In a second aspect of the present invention, a method for evaluating pumpability of a cement concrete mixture is disclosed: and evaluating the pumpability of the cement concrete mixture according to the delta k: the larger the value of Δ k, the greater the loss of fluidity of the corresponding cement concrete mixture under the action of pumping pressure, and the worse it can be pumped.

Furthermore, the pumping performance of the cement concrete mixture is qualified, good and excellent respectively when the delta k is less than or equal to 120, the delta k is less than or equal to 90 and the delta k is less than or equal to 60.

Compared with the prior art, the invention has the following beneficial effects:

(1) the testing method provided by the invention realizes the detection and quantitative analysis of the pumping pressure expansion loss value of the cement concrete mixture before construction, provides a method for evaluating the pressure expansion loss value delta k of the cement concrete mixture and the pumpability of the cement concrete mixture, and the corresponding technical requirements of different pumping heights on the pressure expansion loss value delta k of the cement concrete mixture, and realizes the scientific and objective advance pre-control and evaluation of the pumpability of the cement concrete mixture. So that: the method realizes the purpose of predicting whether the constructed concrete meets the pouring requirement of pumping construction in advance, avoids the problems of pump blockage and pouring quality, has great significance for avoiding and reducing pumping construction and quality risks and reducing and avoiding economic loss, and particularly realizes effective control and smooth construction of ultra-long and ultra-high pumping construction.
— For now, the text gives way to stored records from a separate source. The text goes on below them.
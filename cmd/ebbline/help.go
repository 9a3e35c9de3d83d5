package main

import (
	"fmt"
	"io"
	"strings"

	"github.com/spf13/cobra"
	"github.com/spf13/pflag"
)

// The page of --help: no line is longer than helpWidth, and what a flag does
// begins in one column, at flagColumn or before.
const (
	helpWidth  = 80
	flagColumn = 28
)

func newHelp() *cobra.Command {
	return &cobra.Command{
		Use:     "help [COMMAND]",
		Short:   "Say more about a command",
		Long:    "Says what a command does and which flags it takes, as its --help does; without\na command, which commands there are.",
		Example: "  ebbline help assess",
		Args:    cobra.MaximumNArgs(1),
		RunE: func(cmd *cobra.Command, args []string) error {
			about, _, err := cmd.Root().Find(args)
			if err != nil {
				return err
			}
			return about.Help()
		},
		ValidArgsFunction: func(cmd *cobra.Command, args []string, begun string) ([]cobra.Completion, cobra.ShellCompDirective) {
			var out []cobra.Completion
			for _, c := range shownCommands(cmd.Root()) {
				if len(args) == 0 && strings.HasPrefix(c.Name(), begun) {
					out = append(out, cobra.CompletionWithDesc(c.Name(), c.Short))
				}
			}
			return out, cobra.ShellCompDirectiveNoFileComp
		},
	}
}

// usage prints what stands under a command's description in --help. The command
// library's own lines of flags are as wide as the longest flag asks for, and
// would be broken anywhere by a terminal.
func usage(cmd *cobra.Command) error {
	var b strings.Builder
	b.WriteString("Usage:\n")
	for _, line := range usageLines(cmd) {
		b.WriteString("  " + line + "\n")
	}
	if cmd.Example != "" {
		b.WriteString("\nExamples:\n" + cmd.Example + "\n")
	}
	if subs := shownCommands(cmd); len(subs) > 0 {
		width := 0
		for _, sub := range subs {
			width = max(width, len(sub.Name()))
		}
		b.WriteString("\nCommands:\n")
		for _, sub := range subs {
			hang(&b, fmt.Sprintf("  %-*s", width, sub.Name()), sub.Short, width+4)
		}
	}
	if own := flagsOf(cmd); len(own) > 0 {
		b.WriteString("\nFlags:\n")
		b.WriteString(flagLines(own))
	}
	if cmd.HasAvailableSubCommands() {
		fmt.Fprintf(&b, "\n`%s COMMAND --help` says more about a command.\n", cmd.CommandPath())
	}
	_, err := io.WriteString(cmd.OutOrStderr(), b.String())
	return err
}

// usageLines are the forms in which a command is called.
func usageLines(cmd *cobra.Command) []string {
	line := cmd.UseLine()
	if !cmd.HasAvailableSubCommands() {
		return []string{line}
	}
	return []string{cmd.CommandPath() + " COMMAND"}
}

// shownCommands are the commands below one that are offered to people.
func shownCommands(cmd *cobra.Command) []*cobra.Command {
	var out []*cobra.Command
	for _, sub := range cmd.Commands() {
		if sub.IsAvailableCommand() || sub.Name() == "help" {
			out = append(out, sub)
		}
	}
	return out
}

// flagsOf are the flags that a command takes, in alphabetical order.
func flagsOf(cmd *cobra.Command) []*pflag.Flag {
	cmd.InitDefaultHelpFlag()
	var out []*pflag.Flag
	cmd.Flags().VisitAll(func(f *pflag.Flag) {
		if !f.Hidden && f.Deprecated == "" {
			out = append(out, f)
		}
	})
	return out
}

// flagText is a flag as it is written on a command line with its value by name,
// and what it does.
func flagText(f *pflag.Flag) (value, does string) {
	value, does = pflag.UnquoteUsage(f)
	switch value {
	case "int", "uint", "float":
		value = "NUMBER"
	}
	switch f.DefValue {
	case "", "0", "[]", "false":
	default:
		does += " (default " + f.DefValue + ")"
	}
	return value, does
}

// flagLines is the table of the flags.
func flagLines(flags []*pflag.Flag) string {
	left := make([]string, len(flags))
	column := 0
	for i, f := range flags {
		left[i] = "      --" + f.Name
		if f.Shorthand != "" {
			left[i] = "  -" + f.Shorthand + ", --" + f.Name
		}
		if value, _ := flagText(f); value != "" {
			left[i] += " " + value
		}
		if n := len(left[i]) + 2; n <= flagColumn {
			column = max(column, n)
		}
	}
	var b strings.Builder
	for i, f := range flags {
		_, does := flagText(f)
		hang(&b, left[i], does, column)
	}
	return b.String()
}

// hang writes text beside a head, all of it from one column on; a head that
// reaches into the column has a line of its own.
func hang(b *strings.Builder, head, text string, column int) {
	if len(head)+2 > column {
		b.WriteString(head + "\n")
		head = ""
	}
	line := fmt.Sprintf("%-*s", column, head)
	empty := true
	for _, word := range strings.Fields(text) {
		if !empty && len(line)+1+len(word) > helpWidth {
			b.WriteString(line + "\n")
			line, empty = strings.Repeat(" ", column), true
		}
		if !empty {
			line += " "
		}
		line += word
		empty = false
	}
	b.WriteString(strings.TrimRight(line, " ") + "\n")
}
In addition, data support and basis can be provided for the evaluation and improvement of the design performance of the mixing proportion, so that the construction quality of the cement concrete is improved.

(2) Testing the k by a concrete pressure bleeding instrument_mWhen the invention is used, the filter paper, the perforated steel plate and the metal net are combined and placed in the bottom bin, and the bottom bin is filled with water, and the invention has the advantages that: on one hand, the cement concrete sample can be prevented from pressing excessive water and cement paste into the bottom bin under the action of piston pressure. On the other hand, due to the function of the filter paper, excessive water in the bottom bin can be prevented from migrating into concrete during charging and vibrating; the actual pumping pressure state of the cement concrete mixture can be well reflected, and the effectiveness and accuracy of detection are improved.
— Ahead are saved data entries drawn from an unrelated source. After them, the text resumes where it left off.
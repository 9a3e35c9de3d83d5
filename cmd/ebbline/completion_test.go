package main

import (
	"bytes"
	"os"
	"os/exec"
	"path/filepath"
	"slices"
	"strings"
	"testing"

	"ebbline/pva"
	"ebbline/pva/casefile/examples"

	"github.com/spf13/cobra"
)

// complete is what a shell is offered for a command line whose last word is
// begun, and how it is told to go on.
func complete(t *testing.T, words ...string) (offers []string, directive string) {
	t.Helper()
	var out, errs bytes.Buffer
	if code := run(append([]string{cobra.ShellCompNoDescRequestCmd}, words...), strings.NewReader(""), &out, &errs); code != 0 {
		t.Fatalf("exit status %d\n%s", code, errs.String())
	}
	lines := strings.Split(strings.TrimRight(out.String(), "\n"), "\n")
	return lines[:len(lines)-1], lines[len(lines)-1]
}

// TestCompletion asks as the shells' scripts do. The directives are those of
// the command library: 0 files, 4 no files, 6 no files and no space after it,
// 8 files with these endings, 16 folders.
func TestCompletion(t *testing.T) {
	t.Chdir(t.TempDir())
	heron, err := examples.Get("marsh-heron")
	if err != nil {
		t.Fatal(err)
	}
	if err := os.WriteFile("heron.toml", heron, 0o666); err != nil {
		t.Fatal(err)
	}
	if err := os.WriteFile("broken.toml", []byte("[births\n"), 0o666); err != nil {
		t.Fatal(err)
	}
	for _, c := range []struct{ line, want, directive string }{
		{"ass", "assess", ":4"},
		{"help ver", "version", ":4"},
		{"completion ", "bash zsh fish powershell", ":4"},
		{"assess ", "toml xlsx", ":8"},
		{"assess heron.toml ", "", ":4"},
		{"assess --example marsh-heron ", "", ":4"},
		{"sweep --example m", "marsh-heron meadow-bee", ":4"},
		{"example river", "river-cod", ":4"},
		{"example river-cod ", "toml", ":8"},
		{"fit ", "csv xlsx", ":8"},
		{"fit counts.csv --breeding ", "pulse flow", ":4"},
		{"fit counts.csv --write ", "toml", ":8"},
		{"rerun ", "xlsx", ":8"},
		{"new ", "toml xlsx", ":8"},
		{"merge ", "", ":16"},
		{"merge one two ", "", ":16"},
		{"man ", "", ":16"},
		{"man manual ", "", ":4"},
		{"assess --out ", "xlsx", ":8"},
		{"assess --json ", "", ":0"},
		{"assess --csv ", "", ":16"},
		{"assess --workers ", "", ":4"},
		{"assess --set births.br", "births.breeding=", ":6"},
		{"assess --set births.breeding=", "births.breeding=pulse births.breeding=flow", ":4"},
		{"assess --set run.baseline=f", "run.baseline=false", ":4"},
		{"assess --set births.rate=", "", ":4"},
		{"assess --set births.st", "births.steps=", ":6"}, // a list is set as a whole
		{"assess --set harvest.", "", ":6"},               // of no case
		{"assess --example marsh-heron --set harvest.control.take", "harvest.control.take= harvest.control.takes= harvest.control.take_cv= harvest.control.take_noise=", ":6"},
		{"assess --example marsh-heron --set harvest.control.n", "", ":6"}, // no name is set
		{"assess heron.toml --set harvest.control.when=", "harvest.control.when=start harvest.control.when=end harvest.control.when=through", ":4"},
		{"assess broken.toml --set weather.", "weather.correlation= weather.memory=", ":6"},
		{"assess none.toml --set harvest.", "", ":6"},
	} {
		offers, directive := complete(t, strings.Split(c.line, " ")...)
		if got := strings.Join(offers, " "); got != c.want || directive != c.directive {
			t.Errorf("%q: offers %q %s, want %q %s", c.line, got, directive, c.want, c.directive)
		}
	}
}

// TestCompletionOffersOnlyWhatIsTaken sets every key that is offered for a case
// to a value of its kind, and wants none to be unknown.
func TestCompletionOffersOnlyWhatIsTaken(t *testing.T) {
	for _, name := range examples.Names() {
		offers, _ := complete(t, "check", "--example", name, "--set", "")
		if len(offers) < 60 {
			t.Fatalf("%s: only %d keys are offered", name, len(offers))
		}
		in := caseInput{example: name, flags: newRoot(&app{}).Flags()}
		c, _, err := in.read(nil)
		if err != nil {
			t.Fatal(err)
		}
		for _, offer := range offers {
			path := strings.TrimSuffix(offer, "=")
			if at, fault := c.Lookup(path); fault != nil {
				t.Errorf("%s: %s is offered and not found: %v", name, path, fault)
			} else if !known(at) {
				t.Errorf("%s: %s is offered and no key", name, path)
			}
		}
		// What the case itself says can be set, but for names, options and elements.
		for _, e := range c.Entries() {
			table, _, _ := strings.Cut(e.Path, ".")
			key, _ := pva.Find(e.Path)
			if table == "option" || key == nil || strings.HasSuffix(e.Path, ".name") || strings.HasSuffix(key.Path, "*") || strings.Contains(key.Path, ".steps.") {
				continue
			}
			if !slices.Contains(offers, c.Display(e.Path)+"=") && !slices.Contains(offers, e.Path+"=") {
				t.Errorf("%s: %s is in the case and not offered", name, c.Display(e.Path))
			}
		}
	}
}

// known says whether a path is that of a key or of a list of keys.
func known(path string) bool {
	for _, tail := range []string{"", ".1", ".1.1", ".1.from", ".1.factor"} {
		if k, _ := pva.Find(path + tail); k != nil {
			return true
		}
	}
	return false
}

// TestCompletionScripts has bash read its own script, and finds the program's
// name in the others.
func TestCompletionScripts(t *testing.T) {
	for _, shell := range []string{"bash", "zsh", "fish", "powershell"} {
		var out, errs bytes.Buffer
		if code := run([]string{"completion", shell}, strings.NewReader(""), &out, &errs); code != 0 || !strings.Contains(out.String(), "ebbline") || out.Len() < 1000 {
			t.Errorf("completion %s: exit status %d, %d bytes\n%s", shell, code, out.Len(), errs.String())
		}
		if program, err := exec.LookPath(shell); err == nil && shell == "bash" {
			path := filepath.Join(t.TempDir(), "script")
			if err := os.WriteFile(path, out.Bytes(), 0o666); err != nil {
				t.Fatal(err)
			}
			if said, err := exec.Command(program, "-n", path).CombinedOutput(); err != nil {
				t.Errorf("bash cannot read its script: %v\n%s", err, said)
			}
		}
	}
	var out, errs bytes.Buffer
	if code := run([]string{"completion", "abacus"}, strings.NewReader(""), &out, &errs); code != statusBadInput || out.Len() > 0 {
		t.Errorf("a shell that is none: exit status %d, %d bytes written", code, out.Len())
	}
}
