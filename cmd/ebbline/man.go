package main

import (
	"fmt"
	"os"
	"path/filepath"
	"strings"

	"ebbline/pva"
	"ebbline/reports"

	"github.com/spf13/cobra"
)

func newMan(a *app) *cobra.Command {
	var force bool
	cmd := &cobra.Command{
		Use:   "man DIR",
		Short: "Write the manual pages into a folder",
		Long: `Writes the manual pages, ebbline.1 and one for each command (ebbline-assess.1),
into the folder DIR, which is made if it is not there. They say what --help
says, and are the same bytes for the same version.

To look at one of them:  man -l DIR/ebbline-assess.1

In a folder man1 of the manual's path they are found by name, as is
~/.local/share/man/man1 on most systems.`,
		Example: "  ebbline man manual",
		Args:    cobra.ExactArgs(1),
		RunE: func(cmd *cobra.Command, args []string) error {
			pages := manPages(cmd.Root())
			if !force {
				for _, p := range pages {
					path := filepath.Join(args[0], p.name)
					if _, err := os.Stat(path); err == nil {
						return badInputf("%s exists; use --force to replace it", path)
					}
				}
			}
			if err := os.MkdirAll(args[0], 0o777); err != nil {
				return plainPathError(err)
			}
			for _, p := range pages {
				if err := reports.Save(filepath.Join(args[0], p.name), []byte(p.text)); err != nil {
					return err
				}
			}
			a.say(false, fmt.Sprintf("Wrote %d pages into %s. Look at one with: man -l %s\n", len(pages), args[0], quoteArg(filepath.Join(args[0], pages[0].name))))
			return nil
		},
	}
	cmd.Flags().BoolVar(&force, "force", false, "overwrite existing pages")
	return cmd
}

// manPage is one page, in the man macros of roff.
type manPage struct{ name, text string }

// manPages are the pages of the whole program, its own first. They are written
// here and not by the command library, whose pages come by way of Markdown and
// two more modules, call every value of a flag by its default, and carry a date.
func manPages(root *cobra.Command) []manPage {
	pages := []manPage{{"ebbline.1", manText(root)}}
	for _, cmd := range root.Commands() {
		if cmd.IsAvailableCommand() {
			pages = append(pages, manPage{manName(cmd) + ".1", manText(cmd)})
		}
	}
	return pages
}

func manName(cmd *cobra.Command) string { return strings.ReplaceAll(cmd.CommandPath(), " ", "-") }

// manText is the page of one command. Its date is left empty: the version says
// which program it describes.
func manText(cmd *cobra.Command) string {
	var b strings.Builder
	line := func(format string, args ...any) { fmt.Fprintf(&b, format+"\n", args...) }
	name := manName(cmd)
	line(`.TH "%s" "1" "" "ebbline %s" "ebbline"`, roff(strings.ToUpper(name)), pva.Version)
	line(".ad l\n.nh") // words of a command line are not to be stretched or split
	line(".SH NAME\n%s \\- %s", roff(name), roff(lowered(strings.TrimSuffix(cmd.Short, "."))))
	line(".SH SYNOPSIS")
	for _, use := range usageLines(cmd) {
		path := cmd.CommandPath()
		line("\\fB%s\\fR%s", roff(path), roffValues(strings.TrimPrefix(use, path)))
	}
	line(".SH DESCRIPTION")
	status := ""
	for i, part := range strings.Split(cmd.Long, "\n\n") {
		if rest, ok := strings.CutPrefix(part, "Exit status: "); ok {
			status = rest
			continue
		}
		if i > 0 {
			line(".PP")
		}
		b.WriteString(roffPart(part))
	}
	if subs := shownCommands(cmd); len(subs) > 0 {
		line(".SH COMMANDS")
		for _, sub := range subs {
			line(".TP\n\\fB%s\\fR\n%s", roff(sub.Name()), roff(sub.Short))
		}
	}
	line(".SH OPTIONS")
	for _, f := range flagsOf(cmd) {
		value, does := flagText(f)
		head := `\fB` + roff("--"+f.Name) + `\fR`
		if f.Shorthand != "" {
			head = `\fB` + roff("-"+f.Shorthand) + `\fR, ` + head
		}
		if value != "" {
			head += ` \fI` + roff(value) + `\fR`
		}
		line(".TP\n%s\n%s", head, roff(does))
	}
	if status != "" {
		line(".SH EXIT STATUS")
		b.WriteString(roffPart(status))
	}
	if cmd.Example != "" {
		line(".SH EXAMPLES")
		b.WriteString(roffPart(cmd.Example))
	}
	line(".SH SEE ALSO")
	line("%s", seeAlso(cmd))
	return b.String()
}

// seeAlso names the other pages.
func seeAlso(cmd *cobra.Command) string {
	var out []string
	for _, p := range append([]*cobra.Command{cmd.Root()}, cmd.Root().Commands()...) {
		if p != cmd && (p == cmd.Root() || p.IsAvailableCommand()) {
			out = append(out, `\fB`+roff(manName(p))+`\fR(1)`)
		}
	}
	return strings.Join(out, ",\n")
}

// roffPart is a paragraph; one with lines set by hand keeps them.
func roffPart(part string) string {
	lines := strings.Split(strings.Trim(part, "\n"), "\n")
	byHand := false
	for _, l := range lines {
		byHand = byHand || strings.Contains(l, "  ")
	}
	var b strings.Builder
	if byHand {
		b.WriteString(".nf\n")
	}
	for _, l := range lines {
		b.WriteString(roff(l) + "\n")
	}
	if byHand {
		b.WriteString(".fi\n")
	}
	return b.String()
}

// roffValues sets the names of values, which are in capitals, in italics.
func roffValues(s string) string {
	words := strings.Split(s, " ")
	for i, w := range words {
		if w != "" && w == strings.ToUpper(w) {
			words[i] = `\fI` + roff(w) + `\fR`
		} else {
			words[i] = roff(w)
		}
	}
	return strings.Join(words, " ")
}

// roff is text that means itself: no escapes, no requests, hyphens that can be
// copied into a command line.
func roff(s string) string {
	s = strings.NewReplacer(`\`, `\e`, "-", `\-`, "'", `\(aq`, "`", `\(ga`, "^", `\(ha`, "~", `\(ti`, `"`, `\(dq`).Replace(s)
	if strings.HasPrefix(s, ".") {
		s = `\&` + s
	}
	return s
}

func lowered(s string) string { return strings.ToLower(s[:1]) + s[1:] }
(3) Because of being limited by the capacity of the concrete pressure bleeding instrument, the sample amount of the cement concrete mixture in the cylinder body after the pressure test is finished cannot meet the sample amount required by the expansion degree detection of the primary slump cone, the test times are increased, the test workload and time are increased, and the test efficiency is reduced; and a correlation mathematical formula and a recommendation table of the expansion degree of the semi-slump detection and the expansion degree of the slump cone detection are provided, so that the expansion degree of the semi-slump detection and the expansion degree of the slump cone detection are converted, the test workload and time are obviously saved, and the test work efficiency is improved.

Drawings

The accompanying drawings, which are incorporated in and constitute a part of this specification, are included to provide a further understanding of the invention, and are incorporated in and constitute a part of this specification, illustrate exemplary embodiments of the invention and together with the description serve to explain the invention and not to limit the invention.

FIG. 1 is a schematic structural view of a tapered slump cone in an embodiment of the present invention, wherein: the slump cone is a cylindrical structure with a cone body communicated up and down, and the inner diameter of the upper end surface of the slump coned ₁ Is 100mm, and the inner diameter of the lower bottom surfaced ₂ Is 200mm in heighth ₁ Is 300 mm.

Fig. 2 is a schematic structural diagram of a concrete pressure bleeding instrument in the embodiment of the invention.

FIG. 3 is a schematic view of the combination of filter paper, perforated steel plate, filter paper and metal mesh in the embodiment of the present invention.

FIG. 4 is a schematic structural view of a tapered semi-slump cone in an embodiment of the invention, wherein: the slump cone is a cylindrical structure with a cone body communicated up and down, and the inner diameter of the upper end surface of the slump coned ₃ Is 50mm, and the inner diameter of the lower bottom surfaced ₄ Is 100mm in heighth ₂ Is 150 mm.

The scores in the above figures represent: 1-a pressure gauge; 2-an oil pump; 3-a piston; 4-a pressure-bearing cylinder body; 5-bottom bin; 6-upper filter paper; 7-perforated steel plate; 8-lower layer filter paper; 9-metal screen; 10-fastening bolts.

Detailed Description

It is to be understood that the following detailed description is exemplary and is intended to provide further explanation of the invention as claimed. Unless defined otherwise, all technical and scientific terms used herein have the same meaning as commonly understood by one of ordinary skill in the art to which this invention belongs, and the specific meaning of such terms in the present invention can be understood as appropriate to one of ordinary skill in the art. The description will be further described with reference to the drawings and specific examples.

First embodiment

A test and evaluation method for the pressure expansion variation of a cement concrete mixture comprises the following specific steps:

(1) and (3) preparing a C30 cement concrete mixture for pumping, wherein the sampling quantity is 20L, the maximum nominal particle size of the aggregate is 25mm, and uniformly mixing the samples to obtain a cement concrete mixture sample for later use.

(2) A portion of the sample is extracted from the cement concrete mixture sample and is filled into a slump cone as shown in figure 1 to determine the cement concrete mixture spread k₀Found to be 650 mm.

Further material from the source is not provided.